In $\mathbb{N}$, we define the topology defined by $$T=\emptyset \cup\{\{0,1,2...,n\} :\space n\in \mathbb{N}\}\cup \mathbb{N}$$
Now I want to prove that $(\mathbb{N},T)$ is not compact.
Suppose $(\mathbb{N},T)$ is compact, then there exists a collecion of open sets $U_i$ so that $\mathbb{N}=\bigcup\limits_{i=1}^{n} U_{i}$. $U_i$ are of the form $\{0,1,2,3,...,i\}$ then there exists $U_j>U_i$ for all $i=1,...,n$ $i\neq j$. Now take $M\in \mathbb{N}$ so that $M>x$ for all $x\in U_j$ . This $M$ exists because $U_j$ is a finite subset of $\mathbb{N}$ and therefore is bounded. Then $M\in \mathbb{N}$ however $M\not\in\bigcup\limits_{i=1}^{\infty} U_{i}$. By contradiction I have proven that $(\mathbb{N},T)$ is not compact.
Is this proof correct? I was doubting if I could take $\mathbb{N}$ as a $U_i$
EDIT
Second try:
Take the open cover $\bigcup\limits_{i=1}^{\infty} U_{i}=\mathbb{N}$ where $U_i=\{1,2,...,i\}$ then by any $n\in\mathbb{N}$, the open subcover $\bigcup\limits_{i=1}^{n} U_{i}$ does not contain $\mathbb{N}$ and therefore $(\mathbb{N},T)$ is not compact.
No, it is not correct.
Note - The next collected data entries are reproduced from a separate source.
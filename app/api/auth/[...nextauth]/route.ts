// next-auth's endpoints (csrf, credentials callback, session, sign-out).
import NextAuth from 'next-auth';
import { authOptions } from '@/lib/auth/options';

const handler = NextAuth(authOptions);

export { handler as GET, handler as POST };
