'use client';
// The job's programs (GET /api/jobs/[jobId]/programs, SWR) with the latest estimate of each,
// and the upload widget for roles that may upload. A stored upload refreshes the list here and
// the server-rendered parts of the page (status, history) through router.refresh().
import Link from 'next/link';
import { useRouter } from 'next/navigation';
import { useCallback } from 'react';
import useSWR from 'swr';
import { Button } from '@/components/ui/button';
import { Notice } from '@/components/ui/notice';
import type { AppError } from '@/lib/errors';
import { fetcher } from '@/lib/fetcher';
import { formatBytes, formatWhen } from '@/lib/jobs/format';
import type { EstimateStatus } from '@/lib/validation/enums';
import { EstimatePanel } from './estimate-panel';
import { UploadWidget } from './upload-widget';

interface ProgramItem {
  id: number;
  name: string;
  latestVersion: number;
  latest: { version: number; sha256: string; bytes: number; lines: number; createdAt: string; estimate: { id: number; status: EstimateStatus } | null };
}

interface Props {
  jobId: number;
  canUpload: boolean;
  canRequestEstimates: boolean;
  maxUploadBytes: number;
  uploadRoles: string;
}

export function ProgramsPanel({ jobId, canUpload, canRequestEstimates, maxUploadBytes, uploadRoles }: Props) {
  const router = useRouter();
  const { data, error, isLoading, mutate } = useSWR<{ programs: ProgramItem[] }, AppError>(`/api/jobs/${jobId}/programs`, fetcher);
  const onStored = useCallback(() => {
    void mutate();
    router.refresh();
  }, [mutate, router]);

  let list: React.ReactNode;
  if (error) {
    list = (
      <Notice tone="fault" title="The programs could not be loaded." role="alert">
        <p>{error.message}</p>
        <Button variant="secondary" className="mt-2" onClick={() => mutate()}>
          Try again
        </Button>
      </Notice>
    );
  } else if (isLoading || !data) {
    list = (
      <div role="status" className="flex items-center gap-3 rounded-md border-2 border-dashed border-rule p-6 text-ink-soft">
        <span aria-hidden="true" className="h-5 w-5 animate-spin rounded-full border-4 border-rule-light border-t-spruce" />
        Loading programs…
      </div>
    );
  } else if (data.programs.length === 0) {
    list = (
      <Notice tone="note" title="No programs yet." role="status">
        {canUpload ? 'Upload the G-code for this job above; each file gets an estimate for the job’s machine.' : `${uploadRoles} uploads the G-code for this job.`}
      </Notice>
    );
  } else {
    list = (
      <ul className="flex flex-col gap-6" aria-label="Programs of this job">
        {data.programs.map((p) => (
          <li key={p.id} className="rounded-md border-2 border-rule bg-panel p-5" data-testid="program" data-program-name={p.name}>
            <div className="flex flex-wrap items-baseline justify-between gap-3 border-b-2 border-rule-light pb-3">
              <h4 className="break-all font-mono text-lg font-bold">
                <Link href={`/jobs/${jobId}/programs/${p.id}`} className="text-spruce underline underline-offset-4" data-testid="program-link">
                  {p.name}
                </Link>
              </h4>
              <p className="text-sm text-ink-soft">
                <span className="figure">v{p.latest.version}</span> · <span className="figure">{p.latest.lines.toLocaleString('en')}</span> lines ·{' '}
                <span className="figure">{formatBytes(p.latest.bytes)}</span> · uploaded {formatWhen(p.latest.createdAt)} ·{' '}
                <a className="font-bold text-spruce underline underline-offset-4" href={`/api/programs/${p.id}/versions/${p.latest.version}/file`}>
                  Download
                </a>
              </p>
            </div>
            <div className="pt-3">
              {p.latest.estimate ? (
                <EstimatePanel estimateId={p.latest.estimate.id} programId={p.id} canRetry={canRequestEstimates} />
              ) : (
                <Notice tone="caution" title="No estimate for this version." role="status">
                  The shop has no machine to estimate on. Add one on the machines page.
                </Notice>
              )}
            </div>
          </li>
        ))}
      </ul>
    );
  }

  return (
    <section aria-labelledby="programs-title" className="flex flex-col gap-4">
      <h2 id="programs-title">Programs and estimates</h2>
      {canUpload ? <UploadWidget jobId={jobId} maxBytes={maxUploadBytes} onStored={onStored} /> : null}
      {list}
    </section>
  );
}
Asserting that $\mathbb N$ is compact means that for every family $(U_\lambda)_{\lambda\in\Lambda}$ of open subsets of $\mathbb N$ whose union contains $\mathbb N$, there is a finite subset $F$ of $\Lambda$ such that $\mathbb{N}\subset\bigcup_{\lambda\in F}U_\lambda$. So, assertint that $\mathbb N$ is not compact means that there is a family $(U_\lambda)_{\lambda\in\Lambda}$ of open subsets of $\mathbb N$ whose union contains $\mathbb N$ for which there is no finite subset $F$ of $\Lambda$ such that $\mathbb{N}\subset\bigcup_{\lambda\in F}U_\lambda$. This is indeed true. Take $\Lambda=\mathbb N$ and, for each $n\in\Lambda$, $U_n=\{0,1,2,\ldots,n\}$.